Jupiter et la silhouette métallique d'un nuage rouge sur le ciel

Amazing! The gas inside the planet Jupiter is different from that on the surface

A international team of astronomers led by Yamila Miguel an astrophysicist working at the Leiden Observatory has decided to study the envelope of Jupiter. Scientists have noticed that the outer gaseous envelope of the planet is not homogeneousthat is, its molecular composition varies from inside to outside.

Jupiter and the metallic silhouette of a red cloud on the sky

However, it turns out that the innermost layer of this envelope, which represents 3 to 9% of the total mass of the planet, seems richer in metals. Moreover, according to their calculation, this metallicity seems to be very high. This suggests that the planetisimals must have played an important role in the formation of jupiter.

Fragments of planets about a kilometer in diameter are made mostly of metals. The team published the results of this work in the journal scientist Astronomy & Astrophysics.
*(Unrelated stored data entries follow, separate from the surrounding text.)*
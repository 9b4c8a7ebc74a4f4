"""Running the Alembic migrations from code (the CLI, the tests, the app's tools)."""

from __future__ import annotations

from pathlib import Path

from alembic import command
from alembic.config import Config

ROOT = Path(__file__).resolve().parent.parent


def alembic_config(database_url: str) -> Config:
    config = Config(toml_file=str(ROOT / "pyproject.toml"))
    config.set_main_option("script_location", str(ROOT / "migrations"))
    # ConfigParser interpolation: a literal % must be written %%.
    config.set_main_option("sqlalchemy.url", database_url.replace("%", "%%"))
    return config


def upgrade(database_url: str, revision: str = "head") -> None:
    command.upgrade(alembic_config(database_url), revision)


def downgrade(database_url: str, revision: str = "base") -> None:
    command.downgrade(alembic_config(database_url), revision)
The Juno mission made it possible to observe the surface of the planet

Jupiter is the largest planet of the solar system. The Juno space mission initiated by NASA landed on its surface in 2016. Astronomers then had the opportunity to observe the great beauty from the surface of this giant planet.

Besides a gigantic anticyclonee which leaves a beautiful red spot visible in its southern hemisphere, it is also strewn with many hurricanes that give the planet a mystical appearance and are reminiscent of a painting by Van Gogh.

Measurements and mathematical models to study the composition of Jupiter

The gas envelope is hidden under a thin layer of gas and is not not immediately apparent. Astronomers then used the Juno survey probe to measure the intensity of gravitational attraction at different places on the planet.

These measurements allowed them to determine the composition of this thick layer of gas and to conclude that it is not as homogeneous and well mixed as they thought. Indeed, its center is much more saturated with metals. Besides, some theoretical models respecting the observational constraints measured by Juno have confirmed this hypothesis.